▶ **What the task requires**
Where in the listing does the word "https" appear? Report each line that holds it.

▬▬▬▬▬▬

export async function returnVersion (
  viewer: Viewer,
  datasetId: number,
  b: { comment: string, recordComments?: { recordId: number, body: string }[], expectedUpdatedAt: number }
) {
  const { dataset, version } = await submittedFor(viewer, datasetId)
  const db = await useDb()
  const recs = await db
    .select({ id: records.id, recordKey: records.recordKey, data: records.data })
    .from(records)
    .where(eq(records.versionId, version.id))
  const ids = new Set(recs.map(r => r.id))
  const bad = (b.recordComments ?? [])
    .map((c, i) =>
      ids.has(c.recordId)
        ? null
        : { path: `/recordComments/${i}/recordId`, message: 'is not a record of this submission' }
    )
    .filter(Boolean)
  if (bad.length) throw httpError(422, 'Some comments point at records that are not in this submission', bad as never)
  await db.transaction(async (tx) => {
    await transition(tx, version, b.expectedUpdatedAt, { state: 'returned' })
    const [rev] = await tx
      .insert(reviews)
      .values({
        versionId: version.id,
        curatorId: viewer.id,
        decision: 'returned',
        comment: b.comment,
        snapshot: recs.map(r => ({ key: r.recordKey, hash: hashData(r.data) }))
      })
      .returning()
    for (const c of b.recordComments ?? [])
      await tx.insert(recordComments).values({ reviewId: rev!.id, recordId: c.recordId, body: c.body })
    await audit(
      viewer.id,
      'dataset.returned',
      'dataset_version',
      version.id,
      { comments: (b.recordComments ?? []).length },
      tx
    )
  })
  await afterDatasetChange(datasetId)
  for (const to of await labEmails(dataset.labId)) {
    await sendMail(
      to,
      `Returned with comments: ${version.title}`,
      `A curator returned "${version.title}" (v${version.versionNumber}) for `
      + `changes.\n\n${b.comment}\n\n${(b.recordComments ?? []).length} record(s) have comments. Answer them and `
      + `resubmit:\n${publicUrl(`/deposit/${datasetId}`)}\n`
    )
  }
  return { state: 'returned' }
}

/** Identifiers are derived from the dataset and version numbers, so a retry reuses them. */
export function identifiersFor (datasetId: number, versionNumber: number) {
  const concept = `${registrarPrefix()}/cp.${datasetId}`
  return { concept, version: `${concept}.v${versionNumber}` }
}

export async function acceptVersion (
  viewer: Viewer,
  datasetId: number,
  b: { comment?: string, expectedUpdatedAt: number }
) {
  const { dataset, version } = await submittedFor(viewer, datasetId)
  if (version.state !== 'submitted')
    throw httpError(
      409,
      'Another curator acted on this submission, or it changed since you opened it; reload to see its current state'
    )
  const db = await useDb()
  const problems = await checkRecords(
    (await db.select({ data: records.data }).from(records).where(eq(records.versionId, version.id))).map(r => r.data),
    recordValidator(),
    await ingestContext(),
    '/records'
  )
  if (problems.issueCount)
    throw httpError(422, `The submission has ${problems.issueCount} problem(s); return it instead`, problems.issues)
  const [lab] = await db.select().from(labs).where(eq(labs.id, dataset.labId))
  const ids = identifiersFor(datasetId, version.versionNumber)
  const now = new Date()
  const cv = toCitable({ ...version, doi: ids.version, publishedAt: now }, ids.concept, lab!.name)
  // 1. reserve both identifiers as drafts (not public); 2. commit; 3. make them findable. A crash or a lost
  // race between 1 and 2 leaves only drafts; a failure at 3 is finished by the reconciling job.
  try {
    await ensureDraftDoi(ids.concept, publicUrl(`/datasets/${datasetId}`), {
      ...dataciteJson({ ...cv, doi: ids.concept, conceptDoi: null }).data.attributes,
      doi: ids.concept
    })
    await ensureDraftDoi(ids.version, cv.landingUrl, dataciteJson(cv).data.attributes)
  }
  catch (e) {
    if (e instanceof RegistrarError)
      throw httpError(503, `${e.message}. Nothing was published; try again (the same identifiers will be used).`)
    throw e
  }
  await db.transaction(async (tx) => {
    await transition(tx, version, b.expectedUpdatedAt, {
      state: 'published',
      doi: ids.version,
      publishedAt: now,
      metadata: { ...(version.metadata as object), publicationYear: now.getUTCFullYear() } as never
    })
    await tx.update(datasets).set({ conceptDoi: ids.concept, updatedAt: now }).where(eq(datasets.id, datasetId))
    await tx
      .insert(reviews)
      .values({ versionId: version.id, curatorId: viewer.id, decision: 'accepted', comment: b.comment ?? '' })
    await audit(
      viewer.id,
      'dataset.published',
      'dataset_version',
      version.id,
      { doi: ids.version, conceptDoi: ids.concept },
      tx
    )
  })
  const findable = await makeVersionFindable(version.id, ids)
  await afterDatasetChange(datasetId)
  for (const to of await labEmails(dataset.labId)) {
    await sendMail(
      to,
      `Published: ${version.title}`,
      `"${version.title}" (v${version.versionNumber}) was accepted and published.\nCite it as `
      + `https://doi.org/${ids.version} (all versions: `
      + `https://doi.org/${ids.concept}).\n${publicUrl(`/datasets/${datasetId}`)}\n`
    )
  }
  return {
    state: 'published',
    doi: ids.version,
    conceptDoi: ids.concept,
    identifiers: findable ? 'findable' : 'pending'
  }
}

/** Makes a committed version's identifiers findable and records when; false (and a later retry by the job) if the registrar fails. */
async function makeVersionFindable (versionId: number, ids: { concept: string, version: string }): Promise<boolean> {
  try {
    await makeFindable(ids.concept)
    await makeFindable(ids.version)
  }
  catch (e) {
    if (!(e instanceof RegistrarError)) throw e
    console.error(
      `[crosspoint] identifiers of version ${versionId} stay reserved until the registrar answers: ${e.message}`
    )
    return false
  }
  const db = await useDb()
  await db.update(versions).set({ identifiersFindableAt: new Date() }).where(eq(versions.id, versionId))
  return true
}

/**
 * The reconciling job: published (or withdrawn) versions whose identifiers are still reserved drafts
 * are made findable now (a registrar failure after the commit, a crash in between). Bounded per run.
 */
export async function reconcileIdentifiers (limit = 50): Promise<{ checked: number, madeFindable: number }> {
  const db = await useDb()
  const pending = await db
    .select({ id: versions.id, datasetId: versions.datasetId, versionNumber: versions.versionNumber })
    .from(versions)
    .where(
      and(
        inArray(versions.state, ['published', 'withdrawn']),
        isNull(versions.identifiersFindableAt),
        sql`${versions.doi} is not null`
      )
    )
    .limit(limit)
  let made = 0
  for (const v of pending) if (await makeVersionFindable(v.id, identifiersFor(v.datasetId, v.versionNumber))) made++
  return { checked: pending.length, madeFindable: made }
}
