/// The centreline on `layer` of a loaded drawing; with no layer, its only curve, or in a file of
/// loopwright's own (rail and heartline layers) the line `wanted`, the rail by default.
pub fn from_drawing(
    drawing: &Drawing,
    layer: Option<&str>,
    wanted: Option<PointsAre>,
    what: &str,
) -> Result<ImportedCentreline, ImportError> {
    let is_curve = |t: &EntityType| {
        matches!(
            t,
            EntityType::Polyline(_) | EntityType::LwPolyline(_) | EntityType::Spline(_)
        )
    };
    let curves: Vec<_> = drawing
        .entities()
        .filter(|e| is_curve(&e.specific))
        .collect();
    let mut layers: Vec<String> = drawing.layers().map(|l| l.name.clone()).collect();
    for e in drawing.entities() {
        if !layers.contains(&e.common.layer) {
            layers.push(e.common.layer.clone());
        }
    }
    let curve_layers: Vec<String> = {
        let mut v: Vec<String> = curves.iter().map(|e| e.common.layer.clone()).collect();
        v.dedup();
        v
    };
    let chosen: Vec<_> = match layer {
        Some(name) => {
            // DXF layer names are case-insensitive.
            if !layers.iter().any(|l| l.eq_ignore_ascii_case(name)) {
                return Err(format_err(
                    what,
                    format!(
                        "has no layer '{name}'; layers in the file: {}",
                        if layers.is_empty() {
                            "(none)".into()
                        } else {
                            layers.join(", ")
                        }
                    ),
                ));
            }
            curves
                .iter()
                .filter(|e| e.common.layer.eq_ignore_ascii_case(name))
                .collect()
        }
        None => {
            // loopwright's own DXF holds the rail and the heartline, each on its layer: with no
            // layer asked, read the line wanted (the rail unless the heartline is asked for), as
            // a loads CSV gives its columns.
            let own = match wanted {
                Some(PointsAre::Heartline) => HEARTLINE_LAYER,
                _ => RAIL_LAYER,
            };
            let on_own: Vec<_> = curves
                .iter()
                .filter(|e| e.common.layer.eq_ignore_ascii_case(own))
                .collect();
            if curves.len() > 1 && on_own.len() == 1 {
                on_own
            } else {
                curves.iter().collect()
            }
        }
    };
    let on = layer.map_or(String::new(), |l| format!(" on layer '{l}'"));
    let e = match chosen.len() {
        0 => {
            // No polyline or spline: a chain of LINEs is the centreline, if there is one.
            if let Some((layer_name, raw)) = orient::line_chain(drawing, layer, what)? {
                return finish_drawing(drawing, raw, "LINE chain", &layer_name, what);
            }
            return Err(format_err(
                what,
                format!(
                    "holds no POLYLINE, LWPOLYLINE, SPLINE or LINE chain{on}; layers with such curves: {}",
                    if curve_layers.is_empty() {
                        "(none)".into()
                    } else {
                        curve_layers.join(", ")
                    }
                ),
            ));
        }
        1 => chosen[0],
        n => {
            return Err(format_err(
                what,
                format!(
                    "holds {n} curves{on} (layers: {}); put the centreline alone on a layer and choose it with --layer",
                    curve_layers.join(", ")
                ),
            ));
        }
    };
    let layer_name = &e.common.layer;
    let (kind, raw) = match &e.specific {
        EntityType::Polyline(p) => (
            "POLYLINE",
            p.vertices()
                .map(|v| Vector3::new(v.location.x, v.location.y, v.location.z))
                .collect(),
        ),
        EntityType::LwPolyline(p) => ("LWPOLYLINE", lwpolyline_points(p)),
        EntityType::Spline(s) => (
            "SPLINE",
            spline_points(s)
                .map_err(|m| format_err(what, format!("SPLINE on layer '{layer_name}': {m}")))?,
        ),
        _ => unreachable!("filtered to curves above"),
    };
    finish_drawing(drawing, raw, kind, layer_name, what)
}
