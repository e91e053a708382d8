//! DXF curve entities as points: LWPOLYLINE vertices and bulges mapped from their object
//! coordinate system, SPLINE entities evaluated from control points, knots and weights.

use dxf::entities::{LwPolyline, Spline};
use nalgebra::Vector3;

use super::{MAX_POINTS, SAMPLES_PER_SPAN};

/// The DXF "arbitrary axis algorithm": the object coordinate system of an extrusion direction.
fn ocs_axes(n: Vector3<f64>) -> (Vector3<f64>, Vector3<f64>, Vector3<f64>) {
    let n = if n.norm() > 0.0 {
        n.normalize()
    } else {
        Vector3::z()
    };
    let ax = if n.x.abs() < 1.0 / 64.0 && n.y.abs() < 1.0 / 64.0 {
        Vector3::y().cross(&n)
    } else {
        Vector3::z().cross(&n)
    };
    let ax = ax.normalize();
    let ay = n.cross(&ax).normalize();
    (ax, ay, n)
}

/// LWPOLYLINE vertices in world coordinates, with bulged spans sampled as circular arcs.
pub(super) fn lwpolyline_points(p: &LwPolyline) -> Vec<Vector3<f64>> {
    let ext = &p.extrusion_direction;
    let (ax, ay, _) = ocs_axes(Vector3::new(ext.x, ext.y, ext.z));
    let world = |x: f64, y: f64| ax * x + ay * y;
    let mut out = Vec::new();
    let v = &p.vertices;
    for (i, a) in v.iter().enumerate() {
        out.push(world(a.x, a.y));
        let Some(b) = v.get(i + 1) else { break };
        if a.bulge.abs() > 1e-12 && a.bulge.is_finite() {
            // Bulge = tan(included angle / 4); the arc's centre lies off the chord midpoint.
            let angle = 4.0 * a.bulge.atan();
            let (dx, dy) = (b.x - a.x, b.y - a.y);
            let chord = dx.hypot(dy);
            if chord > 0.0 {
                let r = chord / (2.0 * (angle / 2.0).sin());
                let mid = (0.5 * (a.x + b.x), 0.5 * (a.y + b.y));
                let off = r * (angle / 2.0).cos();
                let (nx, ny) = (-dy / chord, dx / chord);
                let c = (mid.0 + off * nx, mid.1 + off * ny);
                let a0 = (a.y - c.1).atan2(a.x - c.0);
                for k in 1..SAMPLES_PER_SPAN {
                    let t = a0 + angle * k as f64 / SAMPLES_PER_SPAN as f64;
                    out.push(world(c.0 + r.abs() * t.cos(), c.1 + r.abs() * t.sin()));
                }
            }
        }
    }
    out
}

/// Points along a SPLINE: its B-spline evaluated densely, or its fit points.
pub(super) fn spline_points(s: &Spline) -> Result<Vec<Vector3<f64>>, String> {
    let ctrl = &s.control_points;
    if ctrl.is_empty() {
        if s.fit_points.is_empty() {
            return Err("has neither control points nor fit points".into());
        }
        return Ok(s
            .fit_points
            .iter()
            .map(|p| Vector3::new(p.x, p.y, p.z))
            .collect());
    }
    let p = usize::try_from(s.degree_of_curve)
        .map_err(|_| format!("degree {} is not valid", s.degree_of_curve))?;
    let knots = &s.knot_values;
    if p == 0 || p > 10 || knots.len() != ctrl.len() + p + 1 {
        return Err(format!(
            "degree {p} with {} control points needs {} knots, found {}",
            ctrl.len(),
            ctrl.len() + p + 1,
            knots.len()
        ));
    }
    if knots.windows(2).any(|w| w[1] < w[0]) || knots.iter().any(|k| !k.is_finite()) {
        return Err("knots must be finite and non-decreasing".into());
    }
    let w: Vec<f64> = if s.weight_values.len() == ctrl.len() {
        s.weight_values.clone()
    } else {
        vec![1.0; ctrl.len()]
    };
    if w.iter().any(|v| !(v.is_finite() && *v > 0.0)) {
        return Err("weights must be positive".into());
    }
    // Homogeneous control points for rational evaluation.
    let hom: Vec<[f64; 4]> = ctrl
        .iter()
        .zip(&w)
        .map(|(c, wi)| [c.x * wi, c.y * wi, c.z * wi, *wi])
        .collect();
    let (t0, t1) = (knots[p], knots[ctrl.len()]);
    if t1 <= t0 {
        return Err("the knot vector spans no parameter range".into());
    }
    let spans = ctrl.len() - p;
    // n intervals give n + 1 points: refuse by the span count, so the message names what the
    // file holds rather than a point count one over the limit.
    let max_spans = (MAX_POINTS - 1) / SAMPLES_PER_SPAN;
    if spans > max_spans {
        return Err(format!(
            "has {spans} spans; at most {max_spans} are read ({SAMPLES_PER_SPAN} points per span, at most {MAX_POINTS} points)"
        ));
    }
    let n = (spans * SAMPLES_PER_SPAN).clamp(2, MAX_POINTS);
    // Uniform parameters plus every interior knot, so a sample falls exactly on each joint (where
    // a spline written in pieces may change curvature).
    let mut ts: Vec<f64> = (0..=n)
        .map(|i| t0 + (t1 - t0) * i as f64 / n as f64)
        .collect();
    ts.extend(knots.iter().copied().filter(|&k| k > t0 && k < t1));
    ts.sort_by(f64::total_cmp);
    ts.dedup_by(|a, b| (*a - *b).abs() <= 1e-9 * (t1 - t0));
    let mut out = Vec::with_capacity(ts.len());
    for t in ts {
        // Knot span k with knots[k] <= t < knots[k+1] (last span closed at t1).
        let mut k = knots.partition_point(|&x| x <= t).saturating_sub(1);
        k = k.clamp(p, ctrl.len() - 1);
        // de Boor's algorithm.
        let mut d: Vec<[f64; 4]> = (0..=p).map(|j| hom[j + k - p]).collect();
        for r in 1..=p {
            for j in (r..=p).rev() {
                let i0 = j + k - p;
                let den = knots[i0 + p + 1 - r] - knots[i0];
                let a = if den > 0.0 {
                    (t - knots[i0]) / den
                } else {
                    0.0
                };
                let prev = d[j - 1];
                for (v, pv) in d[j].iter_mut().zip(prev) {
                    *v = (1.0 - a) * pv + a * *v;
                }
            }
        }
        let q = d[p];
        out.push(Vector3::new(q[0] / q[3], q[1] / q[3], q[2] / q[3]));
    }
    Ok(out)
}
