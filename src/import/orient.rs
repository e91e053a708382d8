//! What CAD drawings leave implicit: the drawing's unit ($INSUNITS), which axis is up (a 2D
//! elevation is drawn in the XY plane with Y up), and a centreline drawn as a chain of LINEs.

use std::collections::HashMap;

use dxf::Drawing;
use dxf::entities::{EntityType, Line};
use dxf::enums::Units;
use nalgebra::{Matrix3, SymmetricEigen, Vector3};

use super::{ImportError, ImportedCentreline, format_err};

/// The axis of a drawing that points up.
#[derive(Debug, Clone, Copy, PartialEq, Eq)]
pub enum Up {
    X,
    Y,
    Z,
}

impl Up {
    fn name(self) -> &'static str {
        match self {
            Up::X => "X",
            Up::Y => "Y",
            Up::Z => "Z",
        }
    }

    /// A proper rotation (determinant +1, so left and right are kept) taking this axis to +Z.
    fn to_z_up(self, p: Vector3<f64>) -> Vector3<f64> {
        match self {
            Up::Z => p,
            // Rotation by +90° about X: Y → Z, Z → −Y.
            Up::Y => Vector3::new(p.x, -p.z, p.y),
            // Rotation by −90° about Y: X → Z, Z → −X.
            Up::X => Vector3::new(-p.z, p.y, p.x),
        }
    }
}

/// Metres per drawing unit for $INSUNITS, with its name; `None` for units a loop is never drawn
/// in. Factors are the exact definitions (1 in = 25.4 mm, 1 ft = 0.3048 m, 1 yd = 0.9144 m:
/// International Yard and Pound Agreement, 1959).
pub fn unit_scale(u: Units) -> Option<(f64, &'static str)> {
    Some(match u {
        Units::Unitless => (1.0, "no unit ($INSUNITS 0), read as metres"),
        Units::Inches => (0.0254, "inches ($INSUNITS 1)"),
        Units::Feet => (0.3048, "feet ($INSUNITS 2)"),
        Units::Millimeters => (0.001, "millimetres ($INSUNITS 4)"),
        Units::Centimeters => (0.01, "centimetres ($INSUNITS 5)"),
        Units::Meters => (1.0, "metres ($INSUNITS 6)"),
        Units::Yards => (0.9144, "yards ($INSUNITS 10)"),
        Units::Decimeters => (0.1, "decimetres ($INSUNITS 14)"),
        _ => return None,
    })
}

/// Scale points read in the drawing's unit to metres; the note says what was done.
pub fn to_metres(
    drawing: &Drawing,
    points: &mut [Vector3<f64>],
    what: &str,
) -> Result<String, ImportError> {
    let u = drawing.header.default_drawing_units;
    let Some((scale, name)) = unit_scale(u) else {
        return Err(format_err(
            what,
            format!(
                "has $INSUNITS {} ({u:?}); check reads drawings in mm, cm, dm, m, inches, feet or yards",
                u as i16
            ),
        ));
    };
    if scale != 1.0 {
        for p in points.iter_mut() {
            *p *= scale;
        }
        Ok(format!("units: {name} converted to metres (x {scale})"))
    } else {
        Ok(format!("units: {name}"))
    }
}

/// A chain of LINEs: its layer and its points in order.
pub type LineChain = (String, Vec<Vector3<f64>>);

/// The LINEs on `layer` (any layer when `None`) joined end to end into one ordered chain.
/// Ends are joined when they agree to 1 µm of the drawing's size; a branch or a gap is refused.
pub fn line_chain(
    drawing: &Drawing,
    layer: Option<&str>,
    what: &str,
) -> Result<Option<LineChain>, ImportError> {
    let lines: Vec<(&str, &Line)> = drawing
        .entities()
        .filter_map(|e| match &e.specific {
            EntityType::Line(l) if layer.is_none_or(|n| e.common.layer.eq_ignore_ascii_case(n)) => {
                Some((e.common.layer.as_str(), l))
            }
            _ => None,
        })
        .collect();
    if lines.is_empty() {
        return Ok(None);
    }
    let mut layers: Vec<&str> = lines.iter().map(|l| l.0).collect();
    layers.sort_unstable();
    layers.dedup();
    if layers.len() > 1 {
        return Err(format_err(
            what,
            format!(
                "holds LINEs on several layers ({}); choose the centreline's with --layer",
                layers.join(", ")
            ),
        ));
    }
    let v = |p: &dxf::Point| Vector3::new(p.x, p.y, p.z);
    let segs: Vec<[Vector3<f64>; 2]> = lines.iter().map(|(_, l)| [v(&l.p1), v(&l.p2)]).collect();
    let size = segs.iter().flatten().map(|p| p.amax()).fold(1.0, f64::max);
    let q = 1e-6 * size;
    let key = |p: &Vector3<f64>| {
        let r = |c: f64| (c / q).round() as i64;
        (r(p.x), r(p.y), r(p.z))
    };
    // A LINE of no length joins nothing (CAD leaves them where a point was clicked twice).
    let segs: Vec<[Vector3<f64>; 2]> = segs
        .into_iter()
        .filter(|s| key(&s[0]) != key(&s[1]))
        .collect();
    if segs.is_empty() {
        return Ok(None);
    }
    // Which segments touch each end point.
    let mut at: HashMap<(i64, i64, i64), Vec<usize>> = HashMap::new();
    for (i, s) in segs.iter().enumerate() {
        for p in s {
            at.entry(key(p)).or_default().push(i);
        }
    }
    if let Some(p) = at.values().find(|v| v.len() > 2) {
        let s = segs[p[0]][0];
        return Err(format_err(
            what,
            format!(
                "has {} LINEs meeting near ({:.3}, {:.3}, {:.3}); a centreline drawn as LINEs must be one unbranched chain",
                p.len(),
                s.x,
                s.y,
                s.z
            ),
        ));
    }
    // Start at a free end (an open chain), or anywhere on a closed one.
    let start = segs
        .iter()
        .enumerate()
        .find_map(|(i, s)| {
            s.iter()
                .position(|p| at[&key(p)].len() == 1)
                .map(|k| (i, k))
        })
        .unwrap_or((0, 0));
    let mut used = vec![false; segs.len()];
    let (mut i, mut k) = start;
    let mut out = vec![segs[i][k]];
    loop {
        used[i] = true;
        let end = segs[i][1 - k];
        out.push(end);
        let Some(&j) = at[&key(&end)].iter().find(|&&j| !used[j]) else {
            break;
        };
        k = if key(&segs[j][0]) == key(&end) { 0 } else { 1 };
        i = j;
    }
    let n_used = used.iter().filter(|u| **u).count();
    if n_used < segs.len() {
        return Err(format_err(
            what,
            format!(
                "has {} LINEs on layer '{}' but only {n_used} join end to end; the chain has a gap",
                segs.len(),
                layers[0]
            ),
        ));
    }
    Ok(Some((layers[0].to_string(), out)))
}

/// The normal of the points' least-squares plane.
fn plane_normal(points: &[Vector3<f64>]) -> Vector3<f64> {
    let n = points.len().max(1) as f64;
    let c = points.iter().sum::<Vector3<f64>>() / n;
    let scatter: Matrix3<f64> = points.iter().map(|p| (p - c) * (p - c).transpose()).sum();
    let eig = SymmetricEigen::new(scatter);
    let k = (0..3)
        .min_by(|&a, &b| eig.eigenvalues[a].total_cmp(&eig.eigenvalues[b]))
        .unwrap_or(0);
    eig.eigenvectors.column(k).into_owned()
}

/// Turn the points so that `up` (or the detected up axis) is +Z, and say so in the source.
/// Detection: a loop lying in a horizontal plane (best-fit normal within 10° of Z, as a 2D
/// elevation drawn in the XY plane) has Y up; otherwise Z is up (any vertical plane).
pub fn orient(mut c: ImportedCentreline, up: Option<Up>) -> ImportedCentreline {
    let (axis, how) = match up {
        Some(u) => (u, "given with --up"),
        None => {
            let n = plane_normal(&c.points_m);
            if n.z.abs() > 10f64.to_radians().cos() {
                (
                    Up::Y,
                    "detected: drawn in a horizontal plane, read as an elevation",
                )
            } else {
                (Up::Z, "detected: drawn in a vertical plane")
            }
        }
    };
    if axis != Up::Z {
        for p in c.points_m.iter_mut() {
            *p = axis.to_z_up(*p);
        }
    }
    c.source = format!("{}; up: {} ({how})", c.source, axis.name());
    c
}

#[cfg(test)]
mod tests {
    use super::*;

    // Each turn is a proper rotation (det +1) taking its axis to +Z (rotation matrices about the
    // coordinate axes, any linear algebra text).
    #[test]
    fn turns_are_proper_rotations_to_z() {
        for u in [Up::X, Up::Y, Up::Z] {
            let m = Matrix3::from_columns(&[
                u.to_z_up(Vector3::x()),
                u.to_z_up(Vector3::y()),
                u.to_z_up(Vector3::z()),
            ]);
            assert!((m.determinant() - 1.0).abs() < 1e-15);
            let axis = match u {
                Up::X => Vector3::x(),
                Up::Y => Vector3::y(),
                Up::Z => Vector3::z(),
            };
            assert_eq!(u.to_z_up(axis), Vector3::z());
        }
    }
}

▬▬▬▬▬▬

▶ **Answer space**
      + `https://doi.org/${ids.version} (all versions: `
      + `https://doi.org/${ids.concept}).\n${publicUrl(`/datasets/${datasetId}`)}\n`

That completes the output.